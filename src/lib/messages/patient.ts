/** Words of the patient view: before the run only. While items are shown it has none. */

export const PATIENT_TITLE = 'Patient view';

export const PAIRING = {
	heading: 'Patient view',
	intro: 'Pair this screen with a case. The code stands on the examiner’s screen.',
	code: 'Code',
	codeHint: 'Eight letters and digits, good for ten minutes.',
	pair: 'Pair this screen',
	incomplete: 'A code has eight letters and digits.',
	notReached: 'The server is not reached. Check the network, then try again.',
	ended: 'The examiner has ended this patient view. Enter a new code to go on.',
	waiting: (number: string) => `The examiner sees ${number} too`,
	waitingHint: 'It goes on by itself once the examiner has confirmed this number.',
	another: 'Enter another code'
};

export const SET_UP = {
	heading: 'Set up the screen',
	steps: { sound: 'Sound', size: 'Size', place: 'Place' },
	itemsReady: (ready: number, total: number) =>
		total === 0 ? 'No pictures or sounds in this case yet' : `${ready} of ${total} pictures and sounds ready`,
	unlock: 'Sound and full screen',
	unlockHint: 'One touch. A word is played to try the loudspeaker.',
	played: 'A word was played.',
	noSounds: 'This case has nothing to listen to.',
	notPlayed: 'This browser holds the sound back. Touch again.',
	again: 'Play again',
	size: 'Picture size',
	degrees: (degrees: number) => `${degrees}°`,
	distance: 'Eyes to screen',
	millimetres: (mm: number) => `${Math.round(mm)} mm`,
	onScreen: (mm: number) => `${Math.round(mm)} mm on this screen`,
	notMeasured: 'This screen was not measured yet: the size is a guess.',
	measure: 'Measure with a card',
	measureAgain: 'Measure again',
	place: 'Drag the letter, or use the arrows. It lies as every item will.',
	turn: 'Turn',
	mirror: 'Mirror',
	left: 'Move towards the left edge',
	right: 'Move towards the right edge',
	up: 'Move up',
	down: 'Move down',
	centre: 'Centre',
	ready: 'Ready',
	readyHint: 'The screen goes plain and waits for the examiner.'
};

export const CARD = {
	heading: 'Measure this screen',
	intro: 'Lay a bank or identity card into the corner, then make the frame just as large.',
	slider: 'Width of the frame',
	smaller: 'Smaller',
	larger: 'Larger',
	done: 'It fits',
	cancel: 'Back'
};

export const TOUCH_ONCE = 'Touch the screen once';
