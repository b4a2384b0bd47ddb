import type { Hemisphere, TagKind } from '$lib/mapping/vocabulary';

/** Words of the list of cases, of a new case, and of what a case says of its operation. */

export const HEMISPHERE_NAMES: Record<Hemisphere, string> = { left: 'left hemisphere', right: 'right hemisphere' };
export const TAG_KIND_NAMES: Record<TagKind, string> = { cortical: 'cortical', subcortical: 'subcortical' };

export const CASES = {
	title: 'Cases',
	lead: 'One case is one operation, under a code that carries no name.',
	leadAdministrator: 'You see who is on a case, not what is in it. On your own cases you see everything.',
	add: 'New case',
	search: 'Search code, person, language',
	caption: 'Cases',
	code: 'Code',
	operation: 'Operation',
	planned: 'Planned',
	team: 'Team',
	noTeam: 'nobody',
	notPlanned: 'no date yet',
	notShown: 'seen by its team only',
	loading: 'Reading the cases ...',
	failed: (why: string) => `The cases could not be read: ${why}`,
	again: 'Try again',
	emptyTitle: 'There is no case yet',
	emptyCreate: 'Make one when an operation is planned: side, languages and team are enough to begin.',
	emptyJoin: 'You will see a case here once you are on its team. An administrator can add you.'
};

export const CASE_FORM = {
	title: 'New case',
	lead: 'Wordkeep gives the case a code. Which patient it is stays in your own records.',
	hemisphere: 'Side of the operation',
	hemisphereMissing: 'Choose the side.',
	languages: 'Languages to be tested',
	languagesHint: 'Type a name, such as German, or a tag, such as de-AT. Choose as many as the patient speaks.',
	languagesMissing: 'Choose at least one language.',
	planned: 'Planned date',
	plannedHint: 'It can be left empty.',
	team: 'Team',
	teamHint: 'Only these people see what is in the case. You are on it.',
	teamHintAdministrator: 'Only these people see what is in the case.',
	teamFailed: (why: string) => `The people could not be read: ${why}`,
	note: 'Note',
	noteHint: 'For the team. No names, no birth dates, no record numbers.',
	create: 'Make the case',
	creating: 'Making the case ...',
	failed: (why: string) => `The case was not made: ${why} What you entered is still here.`,
	cancel: 'Back to the cases'
};

export const LANGUAGE_PICKER = {
	add: 'Add a language',
	remove: (name: string) => `Remove ${name}`,
	none: (text: string) => `No language is called "${text}".`,
	chosen: 'Chosen languages',
	list: 'Languages'
};
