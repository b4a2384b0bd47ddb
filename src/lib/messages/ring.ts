import type { ResponseClass } from '$lib/mapping/vocabulary';
import type { Verdict } from '$lib/mapping/verdict';
import { CLASS_NAMES, VERDICT_NAMES } from './trade';

/** What a trial ring says to those who hear it: "tag 7, positive, 2 of 3 disturbed". */
export function ringName(ring: {
	tag: string;
	verdict: Verdict;
	/** the classes that are positive */
	positive: readonly ResponseClass[];
	disturbed: number;
	valid: number;
	excluded: number;
}): string {
	const motor = ring.positive.includes('speech-motor');
	const parts = [
		`tag ${ring.tag}`,
		motor
			? `${VERDICT_NAMES[ring.verdict]} (${ring.positive.map(className).join(' and ')})`
			: VERDICT_NAMES[ring.verdict]
	];
	if (ring.valid > 0) parts.push(`${ring.disturbed} of ${ring.valid} disturbed`);
	if (ring.excluded > 0) parts.push(`${ring.excluded} not counted`);
	return parts.join(', ');
}

function className(asked: ResponseClass): string {
	return CLASS_NAMES[asked];
}
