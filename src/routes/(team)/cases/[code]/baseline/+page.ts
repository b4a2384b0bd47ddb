/** A live screen has nothing to show before its log is folded in the browser. */
export const ssr = false;
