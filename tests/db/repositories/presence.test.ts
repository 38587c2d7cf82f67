import { randomUUID } from 'node:crypto';
import { afterAll, beforeAll, beforeEach, describe, expect, test } from 'vitest';

import { pulseFacts } from '@/db/read-models/pulse-facts';
import { elsewhere } from '@/db/repositories/presence/elsewhere';
import { holdPresence, type HeldViewer } from '@/db/repositories/presence/hold-presence';
import { addCase, openRecordDatabase, type RecordDatabase } from '@/tests/db/record-database';

let db: RecordDatabase;
let caseId: string;
const [here, there] = [randomUUID(), randomUUID()];
const since = '2027-03-14T10:00:00.250Z';

beforeAll(async () => {
  db = await openRecordDatabase();
  ({ caseId } = await addCase(db.database.app, db.hospital));
});
afterAll(() => db.drop());
beforeEach(() => db.admin('case_presence').delete());

function desk(viewerId = 'socket-1'): HeldViewer {
  return { viewerId, hospitalId: db.hospital.id, caseId, personId: db.hospital.deskId, screenId: null, role: 'neurophysiologist', displayName: 'Neurophysiologist', isDesk: true, since };
}
const wall = (): HeldViewer => ({ ...desk('socket-2'), personId: null, screenId: randomUUID(), role: 'screen', displayName: '', isDesk: false });
const seen = (processId: string) => elsewhere(db.database.feed, caseId, processId);

describe('holdPresence', () => {
  test('tells other processes, and not its own, who is there', async () => {
    await holdPresence(db.database.app, there, [desk(), wall()]);
    const { viewers, deskGoneAt } = await seen(here);
    expect(viewers.map(({ role }) => role).toSorted()).toEqual(['neurophysiologist', 'screen']);
    expect(viewers.find(({ isDesk }) => isDesk)).toEqual({ personId: db.hospital.deskId, screenId: null, role: 'neurophysiologist', displayName: 'Neurophysiologist', isDesk: true, since });
    expect([deskGoneAt, await seen(there)]).toEqual([null, { viewers: [], deskGoneAt: null }]);
  });

  test('lets go of whom it does not name, and says when the desk went', async () => {
    await holdPresence(db.database.app, there, [desk(), wall()]);
    const before = Date.now() - 2_000;
    await holdPresence(db.database.app, there, [wall()]);
    const { viewers, deskGoneAt } = await seen(here);
    expect(viewers.map(({ role }) => role)).toEqual(['screen']);
    expect(Date.parse(deskGoneAt ?? '')).toBeGreaterThan(before);
    await holdPresence(db.database.app, there, [desk(), wall()]);
    expect(await seen(here)).toMatchObject({ viewers: [{}, {}], deskGoneAt: null });
  });

  test.each([[3, 2], [5, 0]])('a process that said nothing for %i s has %i viewers', async (ageS, count) => {
    await holdPresence(db.database.app, there, [desk(), wall()]);
    await db.admin('case_presence').update({ seen_at: db.admin.raw('now() - make_interval(secs => ?)', [ageS]) });
    const { viewers, deskGoneAt } = await seen(here);
    expect([viewers.length, deskGoneAt === null]).toEqual([count, count > 0]);
  });

  test('removes what is over a day old of every process, and nothing younger', async () => {
    await holdPresence(db.database.app, there, [desk('old'), desk('young')]);
    await db.admin('case_presence').where({ viewer_id: 'old' }).update({ seen_at: db.admin.raw(`now() - interval '25 hours'`) });
    await db.admin('case_presence').where({ viewer_id: 'young' }).update({ seen_at: db.admin.raw(`now() - interval '23 hours'`) });
    await holdPresence(db.database.app, here, [desk('mine')]);
    expect((await db.admin('case_presence').pluck('viewer_id')).toSorted()).toEqual(['mine', 'young']);
  });

  test('refuses a case under another hospital', async () => {
    await expect(holdPresence(db.database.app, there, [{ ...desk(), hospitalId: db.other.id }])).rejects.toMatchObject({ code: '23503' });
  });
});

describe('pulseFacts', () => {
  test('gives heads and presence of each case in one query, and the time without any case', async () => {
    const { caseId: quiet } = await addCase(db.database.app, db.other);
    await holdPresence(db.database.app, there, [desk()]);
    const facts = await pulseFacts(db.database.feed, [caseId, quiet], here);
    expect([...facts.heads].map(([id, { seq }]) => [id, seq])).toEqual([[caseId, 1], [quiet, 1]]);
    expect(facts.elsewhere.get(caseId)?.viewers).toMatchObject([{ personId: db.hospital.deskId }]);
    expect(facts.elsewhere.get(quiet)).toEqual({ viewers: [], deskGoneAt: null });
    const none = await pulseFacts(db.database.feed, [], here);
    expect([none.heads.size, none.elsewhere.size, Number.isNaN(Date.parse(none.checkedAt))]).toEqual([0, 0, false]);
  });
});

test('the table is written by its function only, and read by the feed only', async () => {
  await expect(db.database.app('case_presence').select()).rejects.toMatchObject({ code: '42501' });
  await expect(db.database.app('case_presence').delete()).rejects.toMatchObject({ code: '42501' });
  await expect(db.database.feed('case_presence').delete()).rejects.toMatchObject({ code: '42501' });
  await expect(db.database.feed.raw(`select hold_presence(?, '[]')`, [here])).rejects.toMatchObject({ code: '42501' });
  await expect(db.database.audit('case_presence').select()).rejects.toMatchObject({ code: '42501' });
});
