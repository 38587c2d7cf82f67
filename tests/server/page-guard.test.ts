import { afterAll, beforeAll, expect, test, vi } from 'vitest';

import { requireCase } from '@/app/(desk)/require-person';

import { planCaseAs, send } from './house/client';
import { openTestHouse, type TestHouse } from './house/open-test-house';

const asked = vi.hoisted(() => ({ headers: new Headers() }));
vi.mock('next/headers', () => ({ headers: async () => asked.headers }));

let house: TestHouse;
let caseId: string;

beforeAll(async () => {
  house = await openTestHouse();
  caseId = await planCaseAs(house, 'desk@demo.example');
});
afterAll(() => house.close());

const reads = async () => (await house.admin('read_audit').where({ case_id: caseId }).orderBy('id').select('what', 'outcome')).map(({ what, outcome }) => `${what} ${outcome}`);
const sendPageTo = async (email: string) => {
  asked.headers = new Headers({ cookie: await house.cookieOf(email), host: new URL(house.url).host });
  await requireCase(caseId);
};

test('a page is sent, and fetched again to be kept, without a read; what it asks for is the read, noted once', async () => {
  const email = 'desk@demo.example';
  await sendPageTo(email);
  await sendPageTo(email);
  expect(await reads()).toEqual([]);
  await send(house, 'GET', `/api/cases/${caseId}`, { cookie: await house.cookieOf(email) });
  expect(await reads()).toEqual(['case allowed', 'identity allowed']);
});

test('a page that is refused is noted', async () => {
  const before = await reads();
  await expect(sendPageTo('desk@other.example')).rejects.toThrow(/NEXT_HTTP_ERROR_FALLBACK;404/);
  expect(await reads()).toEqual([...before, 'see-case denied']);
});

test('nobody is sent to the sign-in page', async () => {
  asked.headers = new Headers();
  await expect(requireCase(caseId)).rejects.toThrow(/NEXT_REDIRECT/);
});
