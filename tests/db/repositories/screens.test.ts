import { createHash } from 'node:crypto';
import type { Knex } from 'knex';
import { v7 as uuidv7 } from 'uuid';
import { afterAll, beforeAll, describe, expect, test } from 'vitest';
import { noteRead } from '@/db/repositories/reads/note-read';
import { askPairing } from '@/db/repositories/screens/ask-pairing';
import { endScreensForCase } from '@/db/repositories/screens/end-screens-for-case';
import { findScreenByToken } from '@/db/repositories/screens/find-screen-by-token';
import { findWaitingScreen } from '@/db/repositories/screens/find-waiting-screen';
import { liveScreenIds } from '@/db/repositories/screens/live-screen-ids';
import { noteScreenSeen } from '@/db/repositories/screens/note-screen-seen';
import { pairScreen } from '@/db/repositories/screens/pair-screen';
import { removeOldScreens } from '@/db/repositories/screens/remove-old-screens';
import { revokeScreen } from '@/db/repositories/screens/revoke-screen';
import { screensOfCase } from '@/db/repositories/screens/screens-of-case';
import { withinHospitals } from '@/db/within-hospitals';
import { addCase, openRecordDatabase, type RecordDatabase, type TestHospital } from '@/tests/db/record-database';

let db: RecordDatabase;
let caseId: string;
beforeAll(async () => {
  db = await openRecordDatabase();
  ({ caseId } = await addCase(db.database.app, db.hospital));
});
afterAll(() => db.drop());

const within = <Result>(hospital: TestHospital, work: (transaction: Knex.Transaction) => Promise<Result>) => withinHospitals(db.database.app, [hospital.id], work);
const tokenHash = (screenId: string) => createHash('sha256').update(screenId).digest();

async function ask(code: string): Promise<string> {
  const id = uuidv7();
  await askPairing(db.database.app, { id, tokenHash: tokenHash(id), code, words: 'amber lantern' });
  return id;
}
const pairing = (screenId: string) => ({ screenId, hospitalId: db.hospital.id, theatreId: db.hospital.theatreId, caseId, pairedBy: db.hospital.deskId });

describe('a wall', () => {
  test('asks, is found by its code in any hospital but not without one, and is bound to one case once', async () => {
    const id = await ask('PAIR01');
    expect(await findWaitingScreen(db.database.app, 'PAIR01', 600)).toBeNull();
    expect(await within(db.hospital, (transaction) => findWaitingScreen(transaction, 'PAIR01', 600))).toMatchObject({ id, words: 'amber lantern', caseId: null });
    expect(await within(db.hospital, (transaction) => pairScreen(transaction, pairing(id)))).toBe(true);
    expect(await within(db.hospital, (transaction) => pairScreen(transaction, pairing(id)))).toBe(false);
    expect(await within(db.hospital, (transaction) => findWaitingScreen(transaction, 'PAIR01', 600))).toBeNull();
    expect(await findScreenByToken(db.database.app, tokenHash(id))).toMatchObject({ id, caseId, hospitalId: db.hospital.id, revokedAt: null, endedAt: null });
  });

  test('is not found by a code that was asked for too long ago, or by a wrong token', async () => {
    const id = await ask('PAIR02');
    await db.admin('wall_screens').where({ id }).update({ asked_at: db.admin.raw(`now() - interval '11 minutes'`) });
    expect(await within(db.hospital, (transaction) => findWaitingScreen(transaction, 'PAIR02', 600))).toBeNull();
    expect(await findScreenByToken(db.database.app, tokenHash('other'))).toBeNull();
  });

  test('has a code of its own while it waits', async () => {
    const id = await ask('PAIR03');
    await expect(ask('PAIR03')).rejects.toMatchObject({ code: '23505', constraint: 'wall_screens_code' });
    await within(db.hospital, (transaction) => pairScreen(transaction, pairing(id)));
    await expect(ask('PAIR03')).resolves.toBeDefined();
  });

  test('cannot ask in the name of a hospital, nor be taken into another one than the reader\'s, nor be half bound', async () => {
    const bound = { id: uuidv7(), token_hash: tokenHash('bound'), code: 'PAIR04', words: 'amber lantern', hospital_id: db.hospital.id, case_id: caseId, paired_at: new Date(), paired_by: db.hospital.deskId };
    await expect(db.database.app('wall_screens').insert(bound)).rejects.toMatchObject({ code: '42501' });
    const id = await ask('PAIR05');
    await expect(within(db.other, (transaction) => pairScreen(transaction, pairing(id)))).rejects.toMatchObject({ code: '42501' });
    await expect(within(db.other, (transaction) => pairScreen(transaction, { ...pairing(id), hospitalId: db.other.id, theatreId: null }))).rejects.toMatchObject({ code: '23503' });
    await expect(within(db.hospital, (transaction) => transaction('wall_screens').where({ id }).update({ hospital_id: db.hospital.id }))).rejects.toMatchObject({ code: '23514' });
  });

  test('is revoked by its own hospital only, for good, and the sweep no longer names it', async () => {
    const id = await ask('PAIR06');
    await within(db.hospital, (transaction) => pairScreen(transaction, pairing(id)));
    expect(await liveScreenIds(db.database.feed, [id])).toEqual(new Set([id]));
    expect(await within(db.other, (transaction) => revokeScreen(transaction, id))).toBe(false);
    expect(await within(db.hospital, (transaction) => revokeScreen(transaction, id))).toBe(true);
    expect(await within(db.hospital, (transaction) => revokeScreen(transaction, id))).toBe(false);
    expect(await liveScreenIds(db.database.feed, [id])).toEqual(new Set());
    expect((await findScreenByToken(db.database.app, tokenHash(id)))?.revokedAt).not.toBeNull();
  });

  test('ends with its case', async () => {
    const ended = await addCase(db.database.app, db.hospital);
    const id = await ask('PAIR07');
    await within(db.hospital, (transaction) => pairScreen(transaction, { ...pairing(id), caseId: ended.caseId }));
    await within(db.hospital, (transaction) => noteScreenSeen(transaction, id));
    expect(await within(db.hospital, (transaction) => screensOfCase(transaction, ended.caseId))).toMatchObject([{ id, lastSeenAt: expect.any(String) as string }]);
    expect(await within(db.hospital, (transaction) => endScreensForCase(transaction, ended.caseId))).toEqual([id]);
    expect(await within(db.hospital, (transaction) => endScreensForCase(transaction, ended.caseId))).toEqual([]);
    expect(await liveScreenIds(db.database.feed, [id])).toEqual(new Set());
    expect((await findScreenByToken(db.database.app, tokenHash(id)))?.endedAt).not.toBeNull();
  });
});

describe('removeOldScreens', () => {
  const ageOf = (id: string, columns: Record<string, string>) => db.admin('wall_screens').where({ id }).update(Object.fromEntries(Object.entries(columns).map(([name, age]) => [name, db.admin.raw('now() - ?::interval', [age])])));
  const isThere = async (id: string) => (await db.admin('wall_screens').where({ id })).length === 1;
  const bound = async (code: string) => {
    const id = await ask(code);
    await within(db.hospital, (transaction) => pairScreen(transaction, pairing(id)));
    return id;
  };

  test('removes walls that were never bound after a day, and those through for 30 days that no read names', async () => {
    const [asking, given, up, live, ended, revoked, named] = [await ask('OLD001'), await ask('OLD002'), await ask('OLD003'), await bound('OLD004'), await bound('OLD005'), await bound('OLD006'), await bound('OLD007')];
    await ageOf(given, { asked_at: '23 hours' });
    await ageOf(up, { asked_at: '25 hours' });
    await ageOf(live, { asked_at: '400 days', paired_at: '400 days' });
    await ageOf(ended, { ended_at: '29 days' });
    await ageOf(revoked, { ended_at: '40 days', revoked_at: '31 days' });
    await ageOf(named, { ended_at: '40 days' });
    await noteRead(db.database.app, { hospitalId: db.hospital.id, personId: null, screenId: named, caseId, what: 'follow', outcome: 'allowed', rule: 'wall-of-the-case' });
    expect(await removeOldScreens(db.database.app)).toBe(2);
    const left = await Promise.all([asking, given, up, live, ended, revoked, named].map(isThere));
    expect(left).toEqual([true, true, false, true, true, false, true]);
    expect(await removeOldScreens(db.database.app)).toBe(0);
  });

  test('is the only way: the application deletes no wall, and nobody else may ask', async () => {
    await expect(within(db.hospital, (transaction) => transaction('wall_screens').delete())).rejects.toMatchObject({ code: '42501' });
    for (const handle of [db.database.feed, db.database.audit]) await expect(removeOldScreens(handle)).rejects.toMatchObject({ code: '42501' });
  });
});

Exercise objective: Copy every line of the data above, beginning with the first and ending with the line that contains "codeHint: 'Eight letters", and give nothing more.

Task answer:
filename src/lib/messages/patient.ts
/** Words of the patient view: before the run only. While items are shown it has none. */

export const PATIENT_TITLE = 'Patient view';

export const PAIRING = {
	heading: 'Patient view',
	intro: 'Pair this screen with a case. The code stands on the examiner’s screen.',
	code: 'Code',
	codeHint: 'Eight letters and digits, good for ten minutes.',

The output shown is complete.